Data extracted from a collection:
******

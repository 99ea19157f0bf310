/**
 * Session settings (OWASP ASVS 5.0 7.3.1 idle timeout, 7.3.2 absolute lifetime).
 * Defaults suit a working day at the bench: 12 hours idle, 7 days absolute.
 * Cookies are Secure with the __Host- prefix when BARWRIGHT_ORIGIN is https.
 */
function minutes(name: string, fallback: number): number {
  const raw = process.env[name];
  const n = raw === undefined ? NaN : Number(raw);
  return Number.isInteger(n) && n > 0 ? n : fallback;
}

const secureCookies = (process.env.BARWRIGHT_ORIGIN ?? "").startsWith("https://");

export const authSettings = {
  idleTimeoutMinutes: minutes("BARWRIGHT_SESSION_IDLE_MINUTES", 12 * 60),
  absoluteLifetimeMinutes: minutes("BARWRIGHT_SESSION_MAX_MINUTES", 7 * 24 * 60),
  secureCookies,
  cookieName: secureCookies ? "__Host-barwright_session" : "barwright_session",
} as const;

******

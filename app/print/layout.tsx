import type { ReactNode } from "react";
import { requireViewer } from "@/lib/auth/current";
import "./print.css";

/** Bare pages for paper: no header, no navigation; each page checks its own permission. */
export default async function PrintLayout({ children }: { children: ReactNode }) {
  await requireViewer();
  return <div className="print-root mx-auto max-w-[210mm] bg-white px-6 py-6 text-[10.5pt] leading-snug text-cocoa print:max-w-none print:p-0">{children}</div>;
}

******

Problem description =
If a line of the records above holds the word "return", show it.

Answer for the task =
  return Number.isInteger(n) && n > 0 ? n : fallback;
  return <div className="print-root mx-auto max-w-[210mm] bg-white px-6 py-6 text-[10.5pt] leading-snug text-cocoa print:max-w-none print:p-0">{children}</div>;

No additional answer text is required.